◆ Assignment ◆
Figure out the number of lines in the data that hold the string "connected". Reply with that figure only.

Data excerpts:
"""The orbit test of the list engine (:mod:`covertree.gluing.orbits`) against
a brute-force orbit: for every connected matching the engine reaches on a few
small strata, the word is compared with the words of its images under every
element of the group ``G`` of the choice (twins permuted, each piece moved by
its deck group), listed in full."""

from __future__ import annotations

from itertools import permutations, product

import pytest

from covertree.gluing.covers import _Matcher, balanced_choices
from covertree.graphs.notation import parse_graph
from covertree.hurwitz.problem import HurwitzProblem
from covertree.monodromy.local import special_points


def _group(test):
    """Every ``h`` of ``G`` as a map of ports, through the piece maps."""
    classes = sorted({tuple(c) for c in test.classes})
    for perms in product(*(permutations(c) for c in classes)):
        image = {a: b for c, p in zip(classes, perms) for a, b in zip(c, p)}
        for acts in product(*(test.actions[j] for j in range(len(test.classes)))):
            yield image, acts


def _word(test, partner, image, acts):
    """The word of ``h^-1 M h``: letter ``h^-1(M(h(x)))`` per position ``x``."""
    inverse = {b: a for a, b in image.items()}
    letters = []
    for j, p, c in test.positions:
        k, q, d = partner[(image[j], p, acts[j][0][(p, c)])]
        source = inverse[k]
        letters.append((source, acts[source][1][(q, d)]))
    return letters


def _brute_has_lesser(test, partner) -> bool:
    own = [(partner[x][0], partner[x][2]) for x in test.positions]
    return any(_word(test, partner, image, acts) < own for image, acts in _group(test))


@pytest.mark.parametrize("text, degree", [
    ("g0{1}, g0{2} | 0-1^2", 4),
    ("g0, g0{1,2} | 0-0, 0-1", 4),
    ("g0{1,2}, g1 | 0-1", 4),
])
def test_orbit_test_matches_brute_force(text, degree):
    base = parse_graph(text)
    profiles = [tuple(p) for p in HurwitzProblem.build(degree, 1, genus=2).profiles]
    specs = special_points(base)
    checked = lesser = 0
    for choice in balanced_choices(base, degree, profiles):
        m = _Matcher(base, specs, choice)
        for partner in m.matchings():
            if m.connected():
                expected = _brute_has_lesser(m.orbit_test, dict(partner))
                assert m.orbit_test.has_lesser(partner) == expected
                checked += 1
                lesser += expected
    assert checked > lesser > 0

◆ Answer below ◆
2